> Exercise directions
Write out again, exactly, the lines below starting at the one with "table = RawTable.from_rows(file, rows, decimal_comma=delimiter" and ending at the one with "if len(infos) >".

Records supplied below:

"""Readers from bytes to :class:`RawTable`: delimited text (CSV/TSV) and XLSX workbooks.

Formulas are never evaluated: workbooks are opened with ``openpyxl.load_workbook(read_only=True,
data_only=True)``, which gives the value a spreadsheet program saved with the file (or nothing when a
formula was never calculated); a text cell that starts with ``=`` stays text.
"""

from __future__ import annotations

import csv
import io
import warnings
import zipfile

from labelstudy.errors import SolutionImportError
from labelstudy.solution._cells import RawTable

__all__ = ["decode_text", "read_delimited", "read_workbook", "MAX_ROWS", "MAX_COLUMNS"]

MAX_ROWS = 100_000
MAX_COLUMNS = 2_000
_DELIMITERS = (",", ";", "\t")


def decode_text(data: bytes, file: str) -> tuple[str, str | None]:
    """Decode a text file: UTF-8 (a byte-order mark is dropped), UTF-16 with a byte-order mark, else
    Windows-1252 with a note. Returns ``(text, note)``."""
    if data[:2] in (b"\xff\xfe", b"\xfe\xff"):
        try:
            return data.decode("utf-16"), None
        except UnicodeDecodeError:
            raise SolutionImportError("the file starts like UTF-16 text but cannot be decoded as such",
                                      file=file) from None
    if b"\x00" in data:
        raise SolutionImportError("this is not a text file (it holds binary data); save the table as "
                                  "CSV (UTF-8) or as an .xlsx workbook", file=file)
    try:
        return data.decode("utf-8-sig"), None
    except UnicodeDecodeError:
        pass
    try:
        text = data.decode("cp1252")
    except UnicodeDecodeError:
        raise SolutionImportError("the file is neither UTF-8 nor Windows-1252 text; save it as "
                                  "CSV (UTF-8)", file=file) from None
    return text, (f"{file}: not UTF-8, read as Windows-1252; check accented characters in item texts")


def _records(text: str, delimiter: str):
    reader = csv.reader(io.StringIO(text, newline=""), delimiter=delimiter, strict=False)
    for n, rec in enumerate(reader, start=1):
        if n > MAX_ROWS:
            raise OverflowError
        yield n, rec


def sniff_delimiter(text: str, preferred: str | None = None) -> str:
    """Pick the delimiter among ``,`` ``;`` and tab: the one that splits the header into the most columns
    while most rows have the same number of fields as the header. ``preferred`` breaks ties."""
    lines = [ln for ln in text.splitlines() if ln.strip()][:50]
    best, best_score = preferred or ",", None
    for d in _DELIMITERS:
        try:
            recs = [r for _, r in _records("\n".join(lines), d) if any(c.strip() for c in r)]
        except (csv.Error, OverflowError):
            continue
        if not recs:
            continue
        width = len(recs[0])
        if width < 2:
            continue
        consistent = sum(1 for r in recs if len(r) == width) / len(recs)
        score = (round(consistent, 6), width, d == preferred)
        if best_score is None or score > best_score:
            best, best_score = d, score
    return best


def read_delimited(data: bytes, file: str, *, preferred: str | None = None) -> tuple[RawTable, list[str]]:
    """Read a CSV/TSV table from bytes. Returns the table and notes (encoding fall-back)."""
    if not data.strip():
        raise SolutionImportError("the file is empty", file=file)
    text, note = decode_text(data, file)
    if not text.strip():
        raise SolutionImportError("the file is empty", file=file)
    delimiter = sniff_delimiter(text, preferred)
    try:
        rows = list(_records(text, delimiter))
    except csv.Error as e:
        raise SolutionImportError(f"the file cannot be read as a delimited table ({e})", file=file) from None
    except OverflowError:
        raise SolutionImportError(f"the table has more than {MAX_ROWS} rows; this is not a factor "
                                  "solution", file=file) from None
    if any(len(r) > MAX_COLUMNS for _, r in rows):
        raise SolutionImportError(f"the table has more than {MAX_COLUMNS} columns", file=file)
    hint = (" (numbers with a decimal comma need columns separated by ';')" if delimiter == "," else "")
    table = RawTable.from_rows(file, rows, decimal_comma=delimiter in (";", "\t"), overflow_hint=hint)
    return table, [note] if note else []


MAX_UNZIPPED_BYTES = 50 * 2**20   # an EFA solution workbook unpacks to well under 1 MB
MAX_ZIP_MEMBERS = 1_000


def _check_archive(data: bytes, file: str) -> None:
    """Refuse archives that would unpack to more than MAX_UNZIPPED_BYTES (a "zip bomb") before reading them.

    The sizes are the ones the archive declares; Python's zipfile never inflates a member past its
    declared size (and checks its CRC), so the sum bounds what openpyxl can make us decompress.
    """
    try:
        with zipfile.ZipFile(io.BytesIO(data)) as zf:
            infos = zf.infolist()
    except (zipfile.BadZipFile, OSError, ValueError, EOFError):
        raise SolutionImportError("this .xlsx workbook is damaged (its zip archive cannot be read)",
                                  file=file) from None
    if len(infos) > MAX_ZIP_MEMBERS:
        raise SolutionImportError(f"this .xlsx archive holds {len(infos)} files; a workbook has far fewer, "
                                  "so it was not opened", file=file)
    total = sum(max(i.file_size, 0) for i in infos)
    if total > MAX_UNZIPPED_BYTES:
        raise SolutionImportError(f"this .xlsx workbook would unpack to {total // 2**20} MB (the limit is "
                                  f"{MAX_UNZIPPED_BYTES // 2**20} MB), so it was not opened", file=file)


def _open_workbook(data: bytes, file: str):
    import openpyxl

    if not zipfile.is_zipfile(io.BytesIO(data)):
        raise SolutionImportError("this is not a valid .xlsx workbook (not a zip archive); save the file "
                                  "from your spreadsheet program as Excel Workbook (.xlsx)", file=file)
    _check_archive(data, file)
    try:
        return openpyxl.load_workbook(io.BytesIO(data), read_only=True, data_only=True)
    except Exception as e:  # openpyxl raises many types on damaged archives; each means the same here
        raise SolutionImportError(f"this .xlsx workbook is damaged or not a workbook "
                                  f"({type(e).__name__})", file=file) from None


def _sheet_rows(ws, file: str):
    try:
        ws.reset_dimensions()
    except AttributeError:
        pass
    rows = []
    try:
        for n, row in enumerate(ws.iter_rows(values_only=True), start=1):
            if n > MAX_ROWS:
                raise SolutionImportError(f"the sheet has more than {MAX_ROWS} rows; this is not a "
                                          "factor solution", file=file)
            if len(row) > MAX_COLUMNS:
                raise SolutionImportError(f"the sheet has more than {MAX_COLUMNS} columns", file=file)
            rows.append((n, tuple(row)))
    except SolutionImportError:
        raise
    except Exception as e:  # damaged sheet XML, bad shared strings, ...
        raise SolutionImportError(f"this .xlsx workbook is damaged: a sheet cannot be read "
                                  f"({type(e).__name__})", file=file) from None
    return rows


def read_workbook(data: bytes, file: str) -> dict[str, RawTable | None]:
    """Read the sheets of a workbook into tables keyed ``items``, ``factors``, ``phi``, ``meta``.

    Sheets are matched by name (case and surrounding spaces ignored; ``loadings`` also names the items
    sheet). With one sheet, or no sheet named items, the first sheet is the items table. Missing tables are
    ``None``. Text cells may use a decimal comma.
    """
    with warnings.catch_warnings():
        warnings.simplefilter("ignore")  # openpyxl warns about styles, extensions, odd relationships
        return _read_workbook(data, file)


def _read_workbook(data: bytes, file: str) -> dict[str, RawTable | None]:
    wb = _open_workbook(data, file)
    try:
        try:
            sheets = list(wb.worksheets)
        except Exception as e:
            raise SolutionImportError(f"this .xlsx workbook is damaged ({type(e).__name__})",
                                      file=file) from None
        if not sheets:
            raise SolutionImportError("the workbook has no sheets", file=file)
        by_name: dict[str, object] = {}
        for ws in sheets:
            by_name.setdefault(str(ws.title).strip().lower(), ws)
        chosen = {"items": by_name.get("items") or by_name.get("loadings") or sheets[0]}
        for key in ("factors", "phi", "meta"):
            ws = by_name.get(key)
            chosen[key] = ws if ws is not None and ws is not chosen["items"] else None
        out: dict[str, RawTable | None] = {}
        for key, ws in chosen.items():
            if ws is None:
                out[key] = None
                continue
            where = f"{file} (sheet {ws.title!r})" if len(sheets) > 1 else file
            rows = _sheet_rows(ws, where)
            if key != "items" and not any(any(c is not None and str(c).strip() for c in r) for _, r in rows):
                out[key] = None  # an empty optional sheet is the same as no sheet
                continue
            out[key] = RawTable.from_rows(where, rows, decimal_comma=True)
        return out
    finally:
        try:
            wb.close()
        except Exception:
            pass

End of Records supplied.

> Output of the task
    table = RawTable.from_rows(file, rows, decimal_comma=delimiter in (";", "\t"), overflow_hint=hint)
    return table, [note] if note else []


MAX_UNZIPPED_BYTES = 50 * 2**20   # an EFA solution workbook unpacks to well under 1 MB
MAX_ZIP_MEMBERS = 1_000


def _check_archive(data: bytes, file: str) -> None:
    """Refuse archives that would unpack to more than MAX_UNZIPPED_BYTES (a "zip bomb") before reading them.

    The sizes are the ones the archive declares; Python's zipfile never inflates a member past its
    declared size (and checks its CRC), so the sum bounds what openpyxl can make us decompress.
    """
    try:
        with zipfile.ZipFile(io.BytesIO(data)) as zf:
            infos = zf.infolist()
    except (zipfile.BadZipFile, OSError, ValueError, EOFError):
        raise SolutionImportError("this .xlsx workbook is damaged (its zip archive cannot be read)",
                                  file=file) from None
    if len(infos) > MAX_ZIP_MEMBERS:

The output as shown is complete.